There is evidence that the risk of several of these adverse reactions is related to the dose of the drug.32,33 An increased risk of postsurgery thromboembolic complications has also been reported in users of oral contraceptives.34,35 If feasible, estrogen should be discontinued at least 4 weeks before surgery of the type associated with an increased risk of thromboembolism, or during periods of prolonged immobilization. While an increased rate of thromboembolic and thrombotic disease in postmenopausal users of estrogens has not been found,18-36 this does not rule out the possibility that such an increase may be present or that subgroups of women who have underlying risk factors or who are receiving relatively large doses of estrogens may have increased risk. Therefore estrogens should not be used in persons with active thrombophlebitis or thromboembolic disorders, and they should not be used (except in treatment of malignancy) in persons with a history of such disorders in association with estrogen use. They should be used with caution in patients with cerebral vascular or coronary artery disease and only for those in whom estrogens are clearly needed. Large doses of estrogen (5 mg esterified estrogens per day), comparable to those used to treat cancer of the prostate and breast, have been shown in a large prospective clinical trial in men37 to increase the risk of nonfatal myocardial infarction, pulmonary embolism and thrombophlebitis. When estrogen doses of this size are used, any of the thromboembolic and thrombotic adverse effects associated with oral contraceptive use should be considered a clear risk. Hepatic Adenoma: Benign hepatic adenomas appear to be associated with the use of oral contraceptives.38-40 Although benign and rare, these may rupture and may cause death through intra abdominal hemorrhage. Such lesions have not yet been reported in association with other estrogen or progestogen preparations but should be considered in estrogen users having abdominal pain and tenderness, abdominal mass, or hypovolemic shock. Hepatocellular carcinoma has also been reported in women taking estrogen-containing oral contraceptives.30 The relationship of this malignancy to these drugs is not known at this time.

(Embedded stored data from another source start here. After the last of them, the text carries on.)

//! A lane's tree on its canvas: drawn at most once a frame and never for more than a small part
//! of the time; a click or the arrow keys select a node.

use std::cell::{Cell, RefCell};
use std::rc::Rc;

use gloo_events::EventListener;
use gloo_timers::callback::Timeout;
use record::event::NodeNumber;
use web_sys::HtmlCanvasElement;
use yew::prelude::*;

use crate::browser::frame::now;
use crate::browser::run::TreeCell;
use crate::state::tree::Tree;
use crate::view::paint::{Scene, paint};

/// After a drawing that took `t`, the next of the same tree waits for this many times `t`.
const REST: f64 = 5.0;

/// Nodes that lengthen the wait by a millisecond, and the longest such wait: putting a drawing on
/// the screen costs time that the script does not see.
const NODES: f64 = 16.0;
const LONGEST: f64 = 250.0;

/// Between drawings of different trees, in milliseconds, so that no frame holds two large ones.
const APART: f64 = 20.0;

thread_local! {
    /// When any tree was last drawn.
    static LAST: Cell<f64> = const { Cell::new(0.0) };
}

/// How far from a node a click still means it, in pixels.
const REACH: f64 = 24.0;

#[derive(Properties, PartialEq)]
pub(crate) struct CanvasProps {
    pub(crate) tree: TreeCell,
    /// Changes when the tree does.
    pub(crate) version: u64,
    pub(crate) scene: Scene,
    /// What it shows, for those who do not see it.
    pub(crate) label: String,
    pub(crate) select: Callback<NodeNumber>,
    /// Asked for with Enter: the node in full.
    pub(crate) open: Callback<()>,
}

/// What is to be drawn, and what the last drawing costs in rest.
#[derive(Default)]
struct Painter {
    due: Option<(HtmlCanvasElement, TreeCell, Scene)>,
    ended: f64,
    cost: f64,
    timer: Option<Timeout>,
}

type PainterCell = Rc<RefCell<Painter>>;

impl Painter {
    /// Draws now, or when the last drawing is paid for.
    fn draw(cell: &PainterCell) {
        let wait = {
            let painter = cell.borrow();
            if painter.timer.is_some() {
                return;
            }
            painter.wait(now())
        };
        if wait <= 1.0 {
            cell.borrow_mut().paint();
            return;
        }
        let later = Rc::downgrade(cell);
        cell.borrow_mut().timer = Some(Timeout::new(wait as u32, move || {
            if let Some(cell) = later.upgrade() {
                cell.borrow_mut().timer = None;
                Self::draw(&cell);
            }
        }));
    }

    /// How long a drawing has to wait, in milliseconds.
    fn wait(&self, now: f64) -> f64 {
        let own = self.ended + self.cost - now;
        let other = LAST.get() + APART - now;
        if own > other { own } else { other }
    }

    fn paint(&mut self) {
        let Some((canvas, tree, scene)) = &self.due else { return };
        let begun = now();
        let tree = tree.borrow();
        paint(canvas, &tree, scene);
        self.ended = now();
        let nodes = tree.nodes().len() as f64 / NODES;
        self.cost = REST * (self.ended - begun) + if nodes < LONGEST { nodes } else { LONGEST };
        LAST.set(self.ended);
    }
}

/// The canvas.
#[component]
pub(crate) fn TreeCanvas(props: &CanvasProps) -> Html {
    let node = use_node_ref();
    let painter = use_memo((), |()| PainterCell::default());
    {
        let (node, painter) = (node.clone(), painter.clone());
        let key = (props.tree.clone(), props.version, props.scene);
        use_effect_with(key, move |(tree, _, scene)| {
            let canvas = node.cast::<HtmlCanvasElement>();
            painter.borrow_mut().due = canvas.map(|canvas| (canvas, tree.clone(), *scene));
            Painter::draw(&painter);
        });
    }
    use_effect_with((), move |()| {
        let listener = on_colours_changed(move || Painter::draw(&painter));
        move || drop(listener)
    });
    html! {
        <canvas
            ref={node} class="tree" tabindex="0" role="application" data-testid="tree"
            aria-label={props.label.clone()} onclick={on_click(props)} onkeydown={on_key(props)}
        />
    }
}

fn on_colours_changed(then: impl Fn() + 'static) -> Option<EventListener> {
    let query = gloo_utils::window().match_media("(prefers-color-scheme: dark)").ok().flatten()?;
    Some(EventListener::new(&query, "change", move |_| then()))
}

fn on_click(props: &CanvasProps) -> Callback<MouseEvent> {
    let (tree, scene, select) = (props.tree.clone(), props.scene, props.select.clone());
    Callback::from(move |event: MouseEvent| {
        let (x, y) = (f64::from(event.offset_x()), f64::from(event.offset_y()));
        let found = scene.nearest(&tree.borrow(), x, y, REACH);
        if let Some(place) = found {
            select.emit(Tree::number(place));
        }
    })
}

fn on_key(props: &CanvasProps) -> Callback<KeyboardEvent> {
    let (tree, selected) = (props.tree.clone(), props.scene.selected);
    let (select, open) = (props.select.clone(), props.open.clone());
    Callback::from(move |event: KeyboardEvent| {
        let key = event.key();
        if key == "Enter" {
            open.emit(());
            return;
        }
        let step = step(&tree.borrow(), selected, &key);
        if let Some(step) = step {
            event.prevent_default();
            if let Some(place) = step {
                select.emit(Tree::number(place));
            }
        }
    })
}

/// Where a key leads: `None` for a key that is not for the tree, `Some(None)` at its edge.
fn step(tree: &Tree, selected: Option<usize>, key: &str) -> Option<Option<usize>> {
    let Some(from) = selected else {
        let root = (!tree.nodes().is_empty()).then_some(0);
        return (key.starts_with("Arrow") || key == "Home").then_some(root);
    };
    match key {
        "ArrowLeft" => Some(tree.parent(from)),
        "ArrowRight" => Some(tree.first_child(from)),
        "ArrowUp" => Some(tree.neighbour(from, true)),
        "ArrowDown" => Some(tree.neighbour(from, false)),
        "Home" => Some(Some(0)),
        _ => None,
    }
}

#[cfg(test)]
mod tests {
    use super::step;
    use crate::state::tree::tests::small;

    #[test]
    fn arrows_walk_the_tree() {
        let mut tree = small();
        tree.settle();
        assert_eq!(step(&tree, None, "ArrowDown"), Some(Some(0)));
        assert_eq!(step(&tree, Some(0), "ArrowRight"), Some(Some(1)));
        assert_eq!(step(&tree, Some(1), "ArrowDown"), Some(Some(2)));
        assert_eq!(step(&tree, Some(2), "ArrowLeft"), Some(Some(0)));
        assert_eq!(step(&tree, Some(0), "ArrowLeft"), Some(None));
        assert_eq!(step(&tree, Some(0), "a"), None);
    }
}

Elevated Blood Pressure: Increased blood pressure is not uncommon in women using oral contraceptives. There is now a report that this may occur with use of estrogens in the menopause41 and blood pressure should be monitored with estrogen use, especially if high doses are used.

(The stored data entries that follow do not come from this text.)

//! A rival's tree: its bound ruler, the canvas on the shared axis with what moves the view, and the
//! list of its nodes.

use std::cell::RefCell;
use std::collections::BTreeSet;

use record::event::NodeNumber;
use report::axis::Axis;
use report::number::of;
use yew::prelude::*;

use crate::browser::run::TreeCell;
use crate::state::lane::Lane;
use crate::state::lens::{Lens, Look};
use crate::state::pointer::Shared;
use crate::state::span::{self, Span};
use crate::view::axis::shown_part;
use crate::view::canvas::{LOW, TreeCanvas};
use crate::view::grip::Glance;
use crate::view::inspector::focus_inspector;
use crate::view::ruler::Ruler;
use crate::view::scene::{Folded, HEIGHTS, Scene};
use crate::view::twin::Twin;

/// Height of a larger tree in pixels, as the style sheet has it, and the nodes from which a tree is
/// larger.
const HIGH: f64 = 240.0;
const LARGER: u32 = 40;

#[derive(Properties, PartialEq)]
pub(crate) struct DrawingProps {
    pub(crate) letter: String,
    pub(crate) lane: Shared<Lane>,
    pub(crate) tree: TreeCell,
    pub(crate) axis: Axis,
    pub(crate) width: f64,
    pub(crate) best: Option<f64>,
    pub(crate) selected: Option<NodeNumber>,
    pub(crate) select: Callback<NodeNumber>,
}

/// The drawing.
#[component]
pub(crate) fn Drawing(props: &DrawingProps) -> Html {
    let lens = use_context::<UseReducerHandle<Lens>>();
    let heights = use_state_eq(|| None::<Span>);
    let folded = use_state(Folded::default);
    let tree = use_shown(props, lens.as_deref());
    let version = props.lane.tally.version;
    let selected = props.selected.and_then(|node| tree.borrow().place(node));
    let scene = scene(props, &tree, lens.as_deref(), (*heights, selected, (*folded).clone()));
    let look = looks(lens.clone(), props.axis, scene.clone(), &tree, heights.clone());
    use_follow(&scene, &tree, &look);
    let fold = {
        let (folded, set) = ((*folded).clone(), folded.setter());
        Callback::from(move |place: usize| set.set(turned(&folded, place)))
    };
    let made = tree.borrow().tally().made;
    html! {
        <>
            if let Some(root) = scene.root {
                <Ruler
                    axis={scene.axis} width={props.width} {root} now={scene.now} best={props.best}
                    then={lens.as_ref().is_some_and(|lens| lens.moment.is_some())}
                />
            }
            <TreeCanvas
                tree={tree.clone()} {version} scene={scene.clone()} label={label(props, made)}
                select={props.select.clone()} open={Callback::from(|()| focus_inspector())}
                fold={fold.clone()} look={look.clone()}
            />
            { view_buttons(&props.letter, &look, lens.is_some_and(|lens| lens.part.is_some()) || heights.is_some()) }
            <Twin
                {tree} {version} {made} letter={props.letter.clone()}
                rival={props.lane.rival.clone()} {selected} select={props.select.clone()}
                folded={(*folded).clone()} {fold}
            />
        </>
    }
}

/// The tree, or how it stood at the moment that is looked at.
#[hook]
fn use_shown(props: &DrawingProps, lens: Option<&Lens>) -> TreeCell {
    let coefficients = props.lane.rival.as_ref().map_or(1, |rival| rival.nonzeros);
    let at = lens.and_then(|lens| lens.solved(&props.tree.borrow(), coefficients));
    let key = (props.tree.clone(), at, at.map(|_| props.lane.tally.version));
    let shown = use_memo(key, |(tree, at, _)| match at {
        Some(solved) => Shared::new(RefCell::new(tree.borrow().at(*solved))),
        None => tree.clone(),
    });
    (*shown).clone()
}

fn scene(
    props: &DrawingProps,
    tree: &TreeCell,
    lens: Option<&Lens>,
    (heights, selected, folded): (Option<Span>, Option<usize>, Folded),
) -> Scene {
    let as_it_is = lens.is_none_or(|lens| lens.moment.is_none());
    let tally = tree.borrow().tally();
    Scene {
        axis: shown_part(&props.axis, lens.and_then(|lens| lens.part), props.width),
        heights: heights.unwrap_or(HEIGHTS),
        width: props.width,
        height: if props.lane.tally.made < LARGER { LOW } else { HIGH },
        best: props.best,
        root: props.lane.root_bound(),
        now: if as_it_is { props.lane.bound() } else { tally.bound },
        selected,
        folded,
        maximise: props.lane.maximise(),
    }
}

/// What a glance does to the axis, which all lanes share, and to the height of this tree.
fn looks(
    lens: Option<UseReducerHandle<Lens>>,
    whole: Axis,
    scene: Scene,
    tree: &TreeCell,
    heights: UseStateHandle<Option<Span>>,
) -> Callback<Glance> {
    let tree = tree.clone();
    Callback::from(move |glance: Glance| {
        let Some(lens) = &lens else { return };
        let (axis, length) = (scene.axis, scene.heights.1 - scene.heights.0);
        let across = whole.whole;
        match glance {
            Glance::Zoom { about, factor } => {
                let at = scene.selected.and_then(|place| scene.at(&tree.borrow(), place));
                let middle = (scene.width / 2.0, scene.height / 2.0);
                let (x, y) = about
                    .map_or(at.unwrap_or(middle), |(x, y)| (x * scene.width, y * scene.height));
                let about = axis.value(x, scene.width);
                lens.dispatch(Look::Zoom { whole: across, about, factor });
                heights.set(span::zoomed(*heights, HEIGHTS, scene.share(y), factor));
            }
            Glance::Move { right, down } => {
                let by = right * (axis.high - axis.low);
                lens.dispatch(Look::Pan { whole: across, by });
                heights.set(span::moved(*heights, HEIGHTS, down * length));
            }
            Glance::Hold(stand, height) => {
                lens.dispatch(Look::Hold { whole: across, value: stand });
                heights.set(span::holding(*heights, HEIGHTS, height));
            }
            Glance::Whole => {
                lens.dispatch(Look::Whole);
                heights.set(None);
            }
        }
    })
}

/// Brings a node that comes to be selected into view.
#[hook]
fn use_follow(scene: &Scene, tree: &TreeCell, look: &Callback<Glance>) {
    let (tree, look) = (tree.clone(), look.clone());
    use_effect_with(scene.selected, move |selected| {
        let place = selected.filter(|&place| place < tree.borrow().nodes().len());
        let at = place.and_then(|place| {
            let tree = tree.borrow();
            tree.nodes()[place].stand.map(|stand| (stand, tree.height(place)))
        });
        if let Some((stand, height)) = at {
            look.emit(Glance::Hold(stand, height));
        }
    });
}

fn turned(folded: &BTreeSet<usize>, place: usize) -> Folded {
    let mut folded = folded.clone();
    if !folded.remove(&place) {
        folded.insert(place);
    }
    Shared::new(folded)
}

/// Everything that a drag or a wheel does, as buttons.
fn view_buttons(letter: &str, look: &Callback<Glance>, moved: bool) -> Html {
    let button = |sign: &'static str, name: &'static str, glance: Glance, able: bool| {
        let look = look.clone();
        let onclick = Callback::from(move |_: MouseEvent| {
            if able {
                look.emit(glance);
            }
        });
        html! {
            <button
                type="button" class="link" {onclick} aria-label={name} title={name}
                aria-disabled={if able { "false" } else { "true" }}
            >{ sign }</button>
        }
    };
    html! {
        <div class="view-acts small" role="group" aria-label={format!("View of {letter}")} data-testid="view">
            { button("+", "Nearer", Glance::NEARER, true) }
            { button("\u{2212}", "Farther", Glance::FARTHER, moved) }
            { button("\u{2190}", "View left", Glance::LEFT, moved) }
            { button("\u{2192}", "View right", Glance::RIGHT, moved) }
            { button("\u{2191}", "View up", Glance::UP, moved) }
            { button("\u{2193}", "View down", Glance::DOWN, moved) }
            { button("Whole", "Whole tree", Glance::Whole, moved) }
        </div>
    }
}

fn label(props: &DrawingProps, made: u32) -> String {
    let nodes = of(u64::from(made), "node");
    let at = props.selected.map_or_else(String::new, |node| format!("; node {} selected", node.0));
    format!(
        "Search tree of {}: {nodes}{at}. Arrow keys move among nodes, Enter opens, Space folds; \
         plus and minus zoom, Shift with an arrow moves the view, 0 shows the whole.",
        props.letter
    )
}

#[cfg(test)]
mod tests {
    use super::*;

    #[test]
    fn folding_twice_unfolds() {
        let once = turned(&BTreeSet::new(), 4);
        assert!(once.contains(&4));
        assert!(turned(&once, 4).is_empty());
    }
}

Glucose Tolerance: A worsening of glucose tolerance has been observed in a significant percentage of patients of estrogen containing oral contraceptives. For this reason, diabetic patients should be carefully observed while receiving estrogens.

6.

Hypercalcemia: Administration of estrogens may lead to severe hypercalcemia in patients with breast cancer and bone metastases. If this occurs, the drug should be stopped and appropriate measures taken to reduce the serum calcium level.

In patients with breast cancer, androgen therapy may cause hypercalcemia by stimulating osteolysis. In this case the drug should be discontinued. Prolonged use of high doses of androgens has been associated with the development of peliosis hepatis and hepatic neoplasms including hepatocellular carcinoma. (See PRECAUTIONS-Carcinogenesis). Peliosis hepatis can be a life-threatening or fatal complication. Cholestatic hepatitis and jaundice occur with 17-alpha-alkylandrogens at a relatively low dose. If cholestatic hepatitis with jaundice appears or if liver function tests become abnormal, the androgen should be discontinued and the etiology should be determined. Drug-induced jaundice is reversible when the medication is discontinued. Edema with or without heart failure may be a serious complication in patients with preexisting cardiac, renal, or hepatic disease. In addition to discontinuation of the drug, diuretic therapy may be required.

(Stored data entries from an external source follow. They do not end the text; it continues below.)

//! Which part of the square the rows of a table hold.
//!
//! Each shape says how many values row i of n holds; the shape that most rows fit is taken, and
//! the others are complained of against it.

use super::Value;

/// The part of the square that is written, and how.
#[derive(Debug, Clone, Copy, PartialEq, Eq)]
pub(crate) enum Part {
    /// n rows of n values.
    Full,
    /// n rows of n − 1 values.
    WithoutDiagonal,
    /// Row i holds columns 1 to i.
    Lower,
    /// Row i holds columns 1 to i − 1; the first row, which is empty, may be left out.
    StrictLower { first_left_out: bool },
    /// Row i holds columns i to n.
    Upper,
    /// Row i holds columns i + 1 to n; the last row, which is empty, may be left out.
    StrictUpper { last_left_out: bool },
}

/// A part of a square of a size.
#[derive(Debug, Clone, Copy, PartialEq, Eq)]
pub(crate) struct Shape {
    pub(crate) part: Part,
    pub(crate) n: usize,
}

impl Shape {
    /// How many rows are written.
    pub(crate) fn rows(&self) -> usize {
        match self.part {
            Part::StrictLower { first_left_out: true }
            | Part::StrictUpper { last_left_out: true } => self.n.saturating_sub(1),
            _ => self.n,
        }
    }

    /// The stop that a written row starts from.
    pub(crate) fn stop(&self, row: usize) -> usize {
        row + usize::from(self.part == Part::StrictLower { first_left_out: true })
    }

    /// How many values a written row holds.
    pub(crate) fn width(&self, row: usize) -> usize {
        let i = self.stop(row);
        match self.part {
            Part::Full => self.n,
            Part::WithoutDiagonal => self.n.saturating_sub(1),
            Part::Lower => (i + 1).min(self.n),
            Part::StrictLower { .. } => i.min(self.n),
            Part::Upper => self.n.saturating_sub(i),
            Part::StrictUpper { .. } => self.n.saturating_sub(i + 1),
        }
    }

    /// The stop that the value at `place` of a written row leads to.
    pub(crate) fn column(&self, row: usize, place: usize) -> usize {
        let i = self.stop(row);
        match self.part {
            Part::Full | Part::Lower | Part::StrictLower { .. } => place,
            Part::WithoutDiagonal => place + usize::from(place >= i),
            Part::Upper => i + place,
            Part::StrictUpper { .. } => i + 1 + place,
        }
    }

    /// Whether each value holds for both directions.
    pub(crate) fn is_half(&self) -> bool {
        !matches!(self.part, Part::Full | Part::WithoutDiagonal)
    }

    /// What is to be said of the shape, if anything.
    pub(crate) fn note(&self) -> Option<String> {
        let part = match self.part {
            Part::Full => return None,
            Part::WithoutDiagonal => return Some("The diagonal is left out.".to_owned()),
            Part::Lower => "lower half with its diagonal",
            Part::StrictLower { .. } => "lower half without its diagonal",
            Part::Upper => "upper half with its diagonal",
            Part::StrictUpper { .. } => "upper half without its diagonal",
        };
        Some(format!("Only the {part} is written: each distance was taken for both directions."))
    }
}

/// The shape that most rows fit; `header` is the number of column labels. O(cells).
pub(crate) fn find(values: &[Vec<Value>], header: Option<usize>) -> Shape {
    let m = values.len();
    let common = most_common(values);
    let mut best = (i64::MIN, Shape { part: Part::Full, n: m });
    let zero_ends = ends_are_empty(values, true);
    let zero_starts = ends_are_empty(values, false);
    let mut halves = [
        Part::Lower,
        Part::StrictLower { first_left_out: true },
        Part::Upper,
        Part::StrictUpper { last_left_out: true },
    ];
    if !zero_ends {
        halves.swap(0, 1);
    }
    if !zero_starts {
        halves.swap(2, 3);
    }
    let whole = [Part::Full, Part::WithoutDiagonal];
    let strict =
        [Part::StrictLower { first_left_out: false }, Part::StrictUpper { last_left_out: false }];
    for part in whole.into_iter().chain(halves).chain(strict) {
        let left_out = m - Shape { part, n: m }.rows();
        let from_width = match part {
            Part::Full => Some(common),
            Part::WithoutDiagonal => Some(common + 1),
            _ => None,
        };
        for n in [from_width, header, Some(m + left_out)].into_iter().flatten() {
            let shape = Shape { part, n };
            let score = score(&shape, values, header);
            if score > best.0 {
                best = (score, shape);
            }
        }
    }
    best.1
}

/// Rows that fit, less rows that lack or are too many; a header counts as a row.
fn score(shape: &Shape, values: &[Vec<Value>], header: Option<usize>) -> i64 {
    let fits = values.iter().enumerate().filter(|(i, row)| row.len() == shape.width(*i)).count();
    let fits = fits + usize::from(header == Some(shape.n));
    let off = shape.rows().abs_diff(values.len());
    i64::try_from(fits).unwrap_or(0) - i64::try_from(off).unwrap_or(i64::MAX)
}

/// The most common length of a row; the longer of two equally common ones.
fn most_common(values: &[Vec<Value>]) -> usize {
    let mut lengths: Vec<usize> = values.iter().map(Vec::len).collect();
    lengths.sort_unstable();
    let (mut best, mut run) = ((0, 0), 0);
    for (place, &length) in lengths.iter().enumerate() {
        run = if place > 0 && lengths[place - 1] == length { run + 1 } else { 1 };
        if run >= best.0 {
            best = (run, length);
        }
    }
    best.1
}

/// Whether most rows end (or start) with a zero or a blank, as a diagonal does.
fn ends_are_empty(values: &[Vec<Value>], last: bool) -> bool {
    let empty = |row: &&Vec<Value>| match if last { row.last() } else { row.first() } {
        Some(Value::Number(number)) => number.is_zero(),
        Some(Value::Blank) | None => true,
        Some(Value::Broken) => false,
    };
    values.iter().filter(empty).count() * 2 > values.len()
}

Moderate to severe vasomotor symptoms associated with the menopause in those patients not improved by estrogens alone. (There is no evidence that estrogens are effective for nervous symptoms or depression without associated vasomotor symptoms, and they should not be used to treat such conditions.)

COVARYXT® and COVARYX® H.S. HAVE NOT BEEN SHOWN TO BE EFFECTIVE FOR ANY PURPOSE DURING PREGNANCY AND ITS USE MAY CAUSE SEVERE HARM TO THE FETUS (See BOXED WARNINGS).